*What needs to be done*:
Where does the string "names" appear? Copy every line of the entries below that holds it.

Collected data:
[Start of section]

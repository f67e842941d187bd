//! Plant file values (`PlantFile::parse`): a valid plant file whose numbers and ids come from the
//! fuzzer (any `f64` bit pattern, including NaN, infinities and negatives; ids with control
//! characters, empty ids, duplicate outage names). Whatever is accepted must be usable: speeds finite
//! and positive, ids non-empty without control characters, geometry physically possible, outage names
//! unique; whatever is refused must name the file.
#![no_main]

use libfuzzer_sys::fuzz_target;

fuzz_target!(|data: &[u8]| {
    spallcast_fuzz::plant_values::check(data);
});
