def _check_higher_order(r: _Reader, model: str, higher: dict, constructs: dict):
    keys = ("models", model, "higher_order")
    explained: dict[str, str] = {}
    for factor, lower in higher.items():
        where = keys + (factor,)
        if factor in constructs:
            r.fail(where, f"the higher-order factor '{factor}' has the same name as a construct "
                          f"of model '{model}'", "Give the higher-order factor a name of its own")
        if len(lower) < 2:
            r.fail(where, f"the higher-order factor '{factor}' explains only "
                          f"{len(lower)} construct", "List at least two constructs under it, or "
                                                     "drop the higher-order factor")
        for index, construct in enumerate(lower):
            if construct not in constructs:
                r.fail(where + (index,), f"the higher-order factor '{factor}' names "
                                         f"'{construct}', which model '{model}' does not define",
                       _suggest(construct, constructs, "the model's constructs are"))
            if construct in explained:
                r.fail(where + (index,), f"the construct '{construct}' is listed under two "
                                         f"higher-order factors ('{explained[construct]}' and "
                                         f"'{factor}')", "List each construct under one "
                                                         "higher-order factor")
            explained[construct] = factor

[End of section]

*Response box*:
//! characters, empty ids, duplicate outage names). Whatever is accepted must be usable: speeds finite
//! and positive, ids non-empty without control characters, geometry physically possible, outage names
                r.fail(where + (index,), f"the higher-order factor '{factor}' names "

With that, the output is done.